Campak dapat menyebabkan komplikasi yang serius seperti diare, radang paru (pneumonia), radang otak (ensefalitis), kebutaan bahkan kematian. Rubella biasanya berupa penyakit ringan pada anak. Tetapi bila menulari ibu hamil pada trimester pertama atau awal kehamilan, dapat menyebabkan keguguran atau kecacatan pada bayi yang dilahirkan. Nah, kampanye vaksin MR sudah dilaksanakan pelaku kesehatan se-Jawa Timur sejak 2017.

Kepala Dinas Kesehatan Kota Malang Asih Tri Rachmi menyampaikan, kasus klinis campak dan rubella sejak tahun 2015 hingga 2018 terus mengalami penurunan.  "Penurunan kasus campak dan rubella pasca-imunisasi kampanye MR sangat tajam, yaitu untuk kasus campak sebesar 99.25 persen dan untuk kasus rubella sebesar 92.31 persen," ungkapnya.

Menurut Asih, berdasarkan data di provinsi, pada 2015, jumlah kasus klinis campak sebanyak 2.145 kasus. Setelah diperiksa di laboratorium nasional (BBLK Surabaya). yang positif campak sebanyak 155 kasus dan positif rubella sebanyak 515 kasus. Kemudian di 2016, jumlah kasus klinis campak sebanyak 3.506 kasus dan yang positif campak sebanyak 893 kasus dan positif rubella sebanyak 293 kasus.

Sementara pada 2017, jumlah kasus klinis campak sebanyak 3.816 kasus, positif campak sebanyak 993 kasus dan positif rubella sebanyak 403 kasus. 

Kemudian pada tahun 2018 (sampai dengan Juli 2018), jumlah kasus klinis campak sebanyak 194 kasus. Setelah diperiksa di laboratorium nasional (BBLK Surabaya), yang positif campak hanya sebanyak 7 kasus dan positif rubella hanya sebanyak 31 kasus.

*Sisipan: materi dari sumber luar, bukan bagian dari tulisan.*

"""Randomized quasi-Monte Carlo for the loop families: scrambled Sobol points, Brownian bridges.

A batch of N = 2^m samples takes one scrambled Sobol point set in D dimensions (scipy.stats.qmc,
Owen-type scrambling seeded by the batch's SeedSequence); each sample is one point.  Every batch mean is
an unbiased estimate (each scrambled point is uniform on the cube) and batches are independent
scrambles, so the runner's error from the scatter of batch means stays valid unchanged.

The loops are built by the Brownian-bridge (Levy) construction: the first coordinates fix the
midpoints of the whole loop, later ones fill in finer and finer slices.  The Sobol dimensions are
handed out in that order across all loops and offsets of a sample (offsets and the mixture choice
first, then bisection level 1 of every loop, level 2, ...): the low, best-distributed dimensions carry
the coarse shape of the paths, where most of the variance of the winding phases sits.

The sample classes of `sampler` draw through three calls (`random`, `standard_normal`,
`brownian_bridge`); a dry run with two samples records which coordinates each call needs and at what
level, and the real batch reads them from the point set in that order.
"""
from __future__ import annotations

import numpy as np
from scipy.special import ndtri
from scipy.stats import qmc

EDGE = 1e-15   # keep ndtri finite: a scrambled coordinate may be 0 only with probability 0, but floats


def bisection_order(segments: int) -> list[tuple[int, int, int, int]]:
    """(middle, left, right, level) of the Levy construction of a bridge over `segments` slices,
    breadth first: all midpoints of level 1, then level 2, ..."""
    out, queue = [], [(0, segments, 1)]
    while queue:
        nxt = []
        for left, right, level in queue:
            if right - left < 2:
                continue
            middle = (left + right) // 2
            out.append((middle, left, right, level))
            nxt += [(left, middle, level + 1), (middle, right, level + 1)]
        queue = nxt
    return out


def bridge_from_normals(normals: np.ndarray, segments: int, duration: float) -> np.ndarray:
    """Planar Brownian bridges from 0 back to 0 (per-component variance duration/(2 pi) per unit
    time) from standard normals of shape (count, segments - 1, 2), in `bisection_order`."""
    count = normals.shape[0]
    unit = duration / segments / (2.0 * np.pi)       # variance of one slice's increment per component
    walk = np.zeros((count, segments + 1), dtype=complex)
    for k, (middle, left, right, _) in enumerate(bisection_order(segments)):
        # conditional law of the midpoint given both ends (slices counted in units of one slice)
        a, b = middle - left, right - middle
        mean = (b * walk[:, left] + a * walk[:, right]) / (a + b)
        scale = np.sqrt(unit * a * b / (a + b))
        walk[:, middle] = mean + scale * (normals[:, k, 0] + 1j * normals[:, k, 1])
    return walk


class _Recorder:
    """Stands in for the random source in a dry run and records each call's coordinate levels."""

    def __init__(self):
        self.calls: list[np.ndarray] = []     # per call: the level of each coordinate (0 = first)
        self._rng = np.random.default_rng(0)

    def random(self, count):
        self.calls.append(np.zeros(1, dtype=int))
        return self._rng.random(count)

    def standard_normal(self, shape):
        self.calls.append(np.zeros(int(np.prod(shape[1:])), dtype=int))
        return self._rng.standard_normal(shape)

    def brownian_bridge(self, count, segments, duration):
        levels = [level for _, _, _, level in bisection_order(segments)]
        self.calls.append(np.repeat(levels, 2))
        normals = self._rng.standard_normal((count, segments - 1, 2))
        return bridge_from_normals(normals, segments, duration)


class ScrambledSobol:
    """The random source of one batch: coordinates of one scrambled Sobol point set, in the order
    the dry run found, handed out call by call."""

    def __init__(self, calls: list[np.ndarray], count: int, rng: np.random.Generator):
        levels = np.concatenate(calls)
        dims = levels.size
        # lowest level first; within a level, in the order of the calls (stable sort)
        rank = np.empty(dims, dtype=int)
        rank[np.argsort(levels, kind="stable")] = np.arange(dims)
        points = qmc.Sobol(dims, scramble=True, seed=rng).random(count)
        points = points[:, rank]
        starts = np.cumsum([0] + [c.size for c in calls])
        self._blocks = [points[:, a:b] for a, b in zip(starts[:-1], starts[1:])]
        self._next = 0

    def _block(self) -> np.ndarray:
        block = self._blocks[self._next]
        self._next += 1
        return block

    def random(self, count):
        return self._block()[:, 0].copy()

    def standard_normal(self, shape):
        return ndtri(np.clip(self._block(), EDGE, 1.0 - EDGE)).reshape(shape)

    def brownian_bridge(self, count, segments, duration):
        normals = ndtri(np.clip(self._block(), EDGE, 1.0 - EDGE)).reshape(count, segments - 1, 2)
        return bridge_from_normals(normals, segments, duration)


def scrambled_source(sample_class, rng: np.random.Generator, count: int, slices: int, strides):
    """The source for `sample_class(source, count, slices, strides)` in a batch of `count` points."""
    if count & (count - 1):
        raise ValueError(f"a scrambled Sobol batch needs a power of two of samples, got {count}")
    recorder = _Recorder()
    sample_class(recorder, 2, slices, strides)
    return ScrambledSobol(recorder.calls, count, rng)
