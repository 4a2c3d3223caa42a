"""Exclusion statistics (route R5): cluster coefficients from a K x K statistics matrix, exactly.

Index convention (Haldane's counting): g[i][j] = -dd_i/dN_j, the number of single-particle states of
species i lost per particle of species j added. Wu's distribution then reads, per level, with
u_i = 1/w_i and xi_i = z_i e^{-beta eps_i},

    u_i = xi_i (1 + u_i) prod_j (1 + u_j)^(-g_ji),        beta P / (states) = sum_i ln(1 + u_i).

The per-level cluster coefficients b^lev_n (coefficient of xi^n in sum_i ln(1 + u_i)) follow in
closed form from Good's multivariate Lagrange inversion with phi_i(u) = (1 + u_i) prod_j (1+u_j)^(-g_ji):

    [xi^n] F(u(xi)) = [u^n] F(u) prod_i phi_i^{n_i} det(delta_ij - u_j d_j ln phi_i).

Here prod_i phi_i^{n_i} = prod_j (1 + u_j)^{e_j}, e_j = n_j - sum_i g_ji n_i, and the determinant is
det(1 - C diag(q)), C_ij = delta_ij - g_ji, q_j = u_j/(1 + u_j), whose principal-minor expansion
sum_S (-1)^|S| det(C_SS) prod_{j in S} q_j leaves only one-variable coefficient extractions:

    b^lev_n = sum_S (-1)^|S| det(C_SS) sum_i L_i(S) prod_{j != i} binom(e_j - s_j, n_j - s_j),
    L_i(S) = sum_{k=1}^{n_i - s_i} ((-1)^(k+1)/k) binom(e_i - s_i, n_i - s_i - k),

with s_j = 1 for j in S. Binomials of polynomial tops are falling factorials; no series inversion
and no fixed point is needed, so any order and symbolic matrices cost little.

Continuum gas in d dimensions: the levels are momentum cells shared by all species, eps_i(k) =
hbar^2 k^2 / 2 m_i, so integrating over k gives b_n = b^lev_n (sum_i n_i m_ref / m_i)^(-d/2).
"""
from __future__ import annotations

from fractions import Fraction
from itertools import combinations
from typing import Sequence

import sympy

from ..errors import InputError
from ..exact.series import PolynomialRing, collect_atoms, indices_up_to
from .base import THERMAL, Clusters, Quantities, Regime, ring_native, sympy_values

Index = tuple[int, ...]


def statistics_ring(g: Sequence[Sequence[object]], extra_atoms=(), backend: str | None = None) -> PolynomialRing:
    """A ring with K expansion variables over the atoms of the matrix entries."""
    K = len(g)
    entries = [sympy.sympify(x) for row in g for x in row]
    return PolynomialRing(K, collect_atoms(entries + list(extra_atoms)), backend=backend)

Nah, untuk mempertahankan keberhasilan pelaksanaan imunisasi kampanye MR tersebut, harus dilanjutkan dengan pelaksanaan program secara rutin. Yakni dengan pemberian imunisasi rutin kepada bayi (9-11 bulan) sebanyak satu kali.

Kemudian imunisasi lanjutan kepada baduta (18-24 bulan) 1 kali. Imunisasi juga harus dilakukan kepada anak usia sekolah dasar (SD/MI) kelas 1 sebanyak satu kali.

Dengan pelaksanaan imunisasi rutin dan lanjutan dengan capaian target cakupan yang memadai, pemerintah berharap cita-cita penurunan kasus penyakit campak dan rubella serendah mungkin (eliminasi).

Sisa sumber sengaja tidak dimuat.